2. Trim the beans, cut them into 1-inch pieces and cook them with 1/4 cup of the broth either in a covered pan on the stove or in a microwave-safe bowl in the microwave oven until thoroughly soft. Add the peas to the beans and set aside.
3. Cut the tomatoes in half crosswise, squeeze out and discard the seeds and grate the tomatoes on a coarse grater. (The skins will protect your hands.)

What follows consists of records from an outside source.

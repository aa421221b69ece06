"""Where a ground point is: distance along the optical axis and sideways offset, from its image row.

References
----------
Hartley, Zisserman, "Multiple View Geometry in Computer Vision", 2nd ed., 2004.
"""

from __future__ import annotations

import numpy as np

from .model import GroundModel


def ground_distance(
    bottom_row: float | np.ndarray,
    ground: GroundModel,
    *,
    focal_px: float,
    camera_height_m: float | None = None,
    image_id: int | None = None,
) -> float | np.ndarray:
    """Distance ``Z`` (metres, along the optical axis) of the ground point imaged at ``bottom_row``.

    ``Z = f h_cam / (v_b - v_h)``.

    Parameters
    ----------
    bottom_row : float or (N,) float ndarray
        Image row(s), top-down; must lie below the horizon.
    ground : GroundModel
    focal_px : float
        Focal length in pixels (boxes alone cannot tell it).
    camera_height_m : float, optional
        Default: the model's estimate ``ground.camera_height_m``.
    image_id : int, optional
        Use this fitted image's own horizon (:meth:`GroundModel.horizon_for`).

    Raises
    ------
    ValueError
        A row at or above the horizon, ``focal_px <= 0``, or no camera height.

    References
    ----------
    Hartley, Zisserman, "Multiple View Geometry in Computer Vision", 2nd ed., 2004.
    """
    camera = _camera(ground, camera_height_m)
    if not focal_px > 0:
        raise ValueError(f"focal_px must be > 0, got {focal_px}")
    horizon = ground.horizon_for(image_id)
    depth = np.asarray(bottom_row, dtype=np.float64) - horizon
    if not np.all(depth > 0):
        raise ValueError(f"bottom row(s) at or above the horizon row {horizon:.1f} have no ground distance")
    z = focal_px * camera / depth
    return float(z) if z.ndim == 0 else z


def lateral_offset(
    col: float | np.ndarray,
    bottom_row: float | np.ndarray,
    ground: GroundModel,
    *,
    camera_height_m: float | None = None,
    image_id: int | None = None,
) -> float | np.ndarray:
    """Sideways position ``X`` (metres, right positive) of the ground point at image ``(bottom_row, col)``.

    ``X = (u - c_x) Z / f = (u - c_x) h_cam / (v_b - v_h)`` with the principal point ``c_x`` assumed at
    the image centre; the focal length cancels, so only the camera height is needed. ``image_id`` as in
    :func:`ground_distance`.

    References
    ----------
    Hartley, Zisserman, "Multiple View Geometry in Computer Vision", 2nd ed., 2004.
    """
    camera = _camera(ground, camera_height_m)
    horizon = ground.horizon_for(image_id)
    depth = np.asarray(bottom_row, dtype=np.float64) - horizon
    if not np.all(depth > 0):
        raise ValueError(f"bottom row(s) at or above the horizon row {horizon:.1f} have no ground position")
    x = (np.asarray(col, dtype=np.float64) - ground.image_width / 2) * camera / depth
    return float(x) if x.ndim == 0 else x


def _camera(ground: GroundModel, camera_height_m: float | None) -> float:
    camera = ground.camera_height_m if camera_height_m is None else camera_height_m
    if camera is None:
        raise ValueError("camera height unknown: the ground model has no estimate; pass camera_height_m")
    if not camera > 0:
        raise ValueError(f"camera_height_m must be > 0, got {camera}")
    return float(camera)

4. Cut the chicken into 1-inch pieces.
5. In a large sauté pan (or paella pan if you have one), heat 2 tablespoons of the oil and brown the chicken in it, seasoning lightly with salt and pepper. Remove the chicken pieces to a bowl and set them aside. Add the remaining 2 tablespoons of the oil and lightly brown the onion. As the onion starts to brown, add the garlic and wine and season lightly with salt and pepper. Use a flat spoon or spatula to scrape up and dissolve any browned bits stuck to the pan. Let the wine boil down to a syrup, then add the grated tomato and the saffron. Let the mixture cook until it is almost dry but be careful not to let it burn.
6. Now stir in the rice, turning it over repeatedly to coat it well. Strain the reserved broth to remove the shells. Add enough water or additional broth to make 4 cups and add liquid to the rice. Add the reserved chicken and the clams, cover the pan and let simmer for 10 minutes. Uncover the pan and add the reserved vegetables, parsley and lemon. Cover the pan and let simmer for 5 minutes longer. Uncover the pan, stir the paella well and taste for seasoning, adding salt and pepper as necessary. Arrange the shrimp and sliced sausage on top of the paella, cover the pan and let cook for 5 minutes longer. Remove the pan from the heat and let the paella stand covered for 10 to 15 minutes before serving.